The normal light blue colouration of a gannet's eye (left) versus the black iris (right). Photo: Alison Ballance

At the time, researchers noticed some gannets with black eyes, rather than the usual pale blue. Nearly 80 percent of a small sample of these black-eyed birds had antigens against bird flu, showing they had been infected and recovered.

New Zealand ornithologists Rob Schuckard, David Melville and Steve Wood then heard of a sighting of a black-eyed tākapu Australasian gannet in Western Australia. Juvenile and subadult tākapu from New Zealand spend several years in Australian waters before they begin breeding, so birds from the two countries overlap and could potentially pass on infections.
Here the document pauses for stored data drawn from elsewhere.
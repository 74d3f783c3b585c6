import type { Verdict } from '@/lib/rules/words'
import type { Answer } from '../shell/use-action'
import type { Preview } from './use-preview'

export type VerdictDraft = {
  manuscriptId: string
  verdict: Verdict
  remark: string
  effortMinutes: number | null
  body: string
}

/** The changes that the verdict page offers, as the page binds them. */
export type VerdictActions = {
  draft: (input: VerdictDraft) => Promise<Answer<unknown>>
  compose: (input: { manuscriptId: string; verdict: Verdict }) => Promise<Answer<{ body: string }>>
  preview: Preview
  sendBack: (input: { manuscriptId: string; reason: string }) => Promise<Answer<unknown>>
  release: (input: { manuscriptId: string }) => Promise<Answer<unknown>>
}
As gannets are possible candidates for bringing bird flu to New Zealand, and as black irises might indicate a prior bird flu infection, the ornithologists set up a surveillance study of tākapu breeding at Farewell Spit.

A man wearing a navy fleece, wide-brimmed hat, backpack, and grey shorts over dark thermals looks into a scope on a tripod, trained at a dense colony of white seabirds sitting on nest mounds of sand.

Rob Schuckard at the Farewell Spit tākapu Australasian gannet breeding colony. Photo: Alison Ballance

The Birds New Zealand study comprised monthly visits, starting in September 2024. On each visit, the team was alert for any signs of potential infection, such as sick birds in the colony, or dead gannets on the beach. No bird flu was detected.

One hundred and fifty gannets were caught, weighed and banded. Swabs from their mouth and cloaca were sent to Professor Jemma Geoghegan at the University of Otago for a virome study, investigating background levels of viruses in various New Zealand bird species.

A close-up of a person's hands holding a bird's head, and holding an instrument that looks like a pen against the bird's eye. The bird has yellow-tan coloured head feathers and a blue eyering.

Measuring eye pressure in an Australasian gannet. Photo: Alison Ballance

To their own surprise, the team caught and banded three tākapu with black irises and saw a further two or three. These are the first black-eyed gannets recorded in New Zealand.

Dr Megan Jolly, a wildlife vet from Massey University's Wildbase hospital, was able to take a close look at one black-eyed gannet. Her initial assessment is that this bird had experienced some kind of infection, but not bird flu, that had caused inflammation in its eyes.

Preparing for bird flu

New Zealand has been preparing for the possible arrival of H5N1 bird flu, with the aim of minimising potential damage to wildlife, the agricultural sector and human health. A multi-agency working group has brought together staff from the Ministry for Primary Industries, Department of Conservation, Health NZ, and the poultry industry.

Early detection of the virus is a priority, and the public is asked to report signs of unusual illness in wildlife or sightings of three or more dead birds in one place to the exotic pest and disease hotline on 0800 80 99 66.